Below is working code:

var arr1 = ['hi', 'howdy', 'bye', 'later', 'hello'];
var arr2 = ['HI', 'Howdy', 'BYE', 'later', 'HELLO'];
var obj = {};

for (var i = 0; i < arr1.length; i++) {
  if (arr1[i] === arr2[i].toLowerCase()) {
    obj[arr1[i]] = arr2[i];
  }
}


console.log(obj);

1 Comment

Excellent! I have a feeling that the original poster was presenting his homework for us to do, though. That would explain why it requires use of a callback even though (as you show elegantly) there is no reason to use one.

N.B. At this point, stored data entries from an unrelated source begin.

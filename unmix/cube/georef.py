"""Georeferencing of labelled cubes: CRS and affine transform from a ``spatial_ref`` coordinate,
attributes or the x/y coordinates, and the pixel area. No paths are opened here."""

from __future__ import annotations

import numpy as np
import xarray as xr

__all__ = ["georef_attrs", "georef_of", "pixel_area_m2", "pixel_area_rows", "transform_from_coords"]


def transform_from_coords(obj: xr.Dataset | xr.DataArray) -> tuple[float, ...] | None:
    """Affine (a, b, c, d, e, f) from regularly spaced pixel-centre ``x``/``y`` coordinates."""
    if "x" not in obj.coords or "y" not in obj.coords:
        return None
    x = np.asarray(obj["x"].values, dtype="float64")
    y = np.asarray(obj["y"].values, dtype="float64")
    if x.size < 2 or y.size < 2:
        return None
    dx = (x[-1] - x[0]) / (x.size - 1)
    dy = (y[-1] - y[0]) / (y.size - 1)
    return (dx, 0.0, x[0] - dx / 2, 0.0, dy, y[0] - dy / 2)


def georef_of(obj: xr.Dataset | xr.DataArray) -> tuple[str | None, tuple[float, ...] | None]:
    """(crs_wkt, transform) found on ``obj``: ``spatial_ref`` coordinate first, then attributes."""
    wkt = None
    transform = None
    if "spatial_ref" in obj.coords:
        sr = obj.coords["spatial_ref"].attrs
        wkt = sr.get("crs_wkt") or sr.get("spatial_ref")
        gt = sr.get("GeoTransform")
        if gt:
            c, a, b, f, d, e = (float(v) for v in str(gt).split())
            transform = (a, b, c, d, e, f)
    variables = [obj] if isinstance(obj, xr.DataArray) else [obj, *obj.data_vars.values()]
    for item in variables:
        if wkt is None and item.attrs.get("crs_wkt"):
            wkt = item.attrs["crs_wkt"]
        if transform is None and item.attrs.get("transform") is not None:
            transform = tuple(float(v) for v in np.ravel(item.attrs["transform"])[:6])
    if transform is None:
        transform = transform_from_coords(obj)
    return wkt, transform


def georef_attrs(obj: xr.Dataset | xr.DataArray) -> dict:
    """``crs_wkt`` and ``transform`` of :func:`georef_of` as attributes for gridded variables (the ones
    known only)."""
    wkt, transform = georef_of(obj)
    return {k: v for k, v in (("crs_wkt", wkt), ("transform", transform)) if v is not None}


def _crs_units(wkt: str):
    """(pyproj CRS, size of its first axis unit in metres or radians) of a WKT, or (None, None)."""
    try:
        import pyproj

        crs = pyproj.CRS.from_wkt(wkt)
    except Exception:  # an unreadable WKT: the caller falls back to metres
        return None, None
    axes = crs.axis_info
    factor = float(axes[0].unit_conversion_factor) if axes else None
    return crs, factor


def pixel_area_rows(obj) -> tuple[np.ndarray, str]:
    """Ground area of one pixel of each row [m^2], and a note on how it was found.

    A projected CRS gives ``|a e - b d|`` from the transform in square metres (the CRS's linear unit
    converted); a geographic CRS gives the exact ellipsoidal area of each row's cells
    (:func:`unmix.zones.ellipsoidal_row_areas`), which shrinks with latitude; a grid without a CRS
    takes its map units as metres (the note says so).

    Parameters
    ----------
    obj : xarray.Dataset or DataArray
        Anything :func:`georef_of` reads, with a ``y`` dimension.

    Returns
    -------
    area : (ny,) float64 ndarray
        Area of one pixel of each row [m^2]; all NaN when the pixel size is unknown.
    note : str

    References
    ----------
    Karney, C. F. F. (2013). Algorithms for geodesics. Journal of Geodesy, 87, 43-55.
    doi:10.1007/s00190-012-0578-z
    """
    from ..zones import ellipsoidal_row_areas, planar_pixel_area

    ny = int(obj.sizes["y"]) if "y" in obj.sizes else 1
    wkt, transform = georef_of(obj)
    if transform is None:
        return np.full(ny, np.nan), "unknown pixel size (fewer than 2 pixels along x or y and no transform)"
    crs, factor = _crs_units(wkt) if wkt else (None, None)
    if crs is not None and crs.is_geographic:
        ell = crs.ellipsoid
        try:
            areas = ellipsoidal_row_areas(transform, ny, semi_major=ell.semi_major_metre,
                                          inverse_flattening=ell.inverse_flattening,
                                          radians_per_unit=factor or np.pi / 180.0)
        except Exception as exc:  # a rotated geographic grid
            return np.full(ny, np.nan), f"geographic CRS: {exc}"
        return areas, (f"geographic CRS: exact cell areas on the {ell.name} ellipsoid, per row "
                       "(latitudes past a pole give no area)")
    if crs is not None and factor:
        area = planar_pixel_area(transform, factor)
        return np.full(ny, area), "pixel area from the grid transform of the projected CRS"
    return np.full(ny, planar_pixel_area(transform)), "pixel area from the grid transform, map units taken as metres"


def pixel_area_m2(ds) -> tuple[float, str]:
    """Area of one pixel [m^2] when all pixels have the same area, and a note on how it was found.

    NaN for a geographic CRS, whose pixel areas change with latitude: use :func:`pixel_area_rows`.
    """
    areas, note = pixel_area_rows(ds)
    if areas.size and np.all(areas == areas[0]):
        return float(areas[0]), note
    return float("nan"), note + "; the area differs between rows: use pixel_area_rows"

In that case your answer solves the practical problem but leaves his homework still undone, which is exactly as it should be. 8-)
0

here is mine :-)

function objOfMatches(arr1, arr2, cb) {
  const len = Math.max(arr1.length, arr2.length);
  const oResult = {};
  for (let i = 0; i < len; i++) {
    if (cb(arr1[i]) === arr2[i]) {
      oResult[arr1[i]] = arr2[i];
    }    
  }
  return oResult;
}

var arr1 = ['hi', 'howdy', 'bye', 'later', 'hello'];
var arr2 = ['HI', 'Howdy', 'BYE', 'later', 'HELLO'];
function uppercaser(str) { return str.toUpperCase(); }
console.log(objOfMatches(arr1, arr2, (str) => {
  return (str || '').toUpperCase();
})); // should log: { hi: 'HI', bye: 'BYE', hello: 'HELLO' }

Comments

0

Array.reduce() is pretty standard javascript for taking an array and returning something else like an object. You don't really need to test for the longest array. You just need to make sure you don't handle a possible undefined to your compare function.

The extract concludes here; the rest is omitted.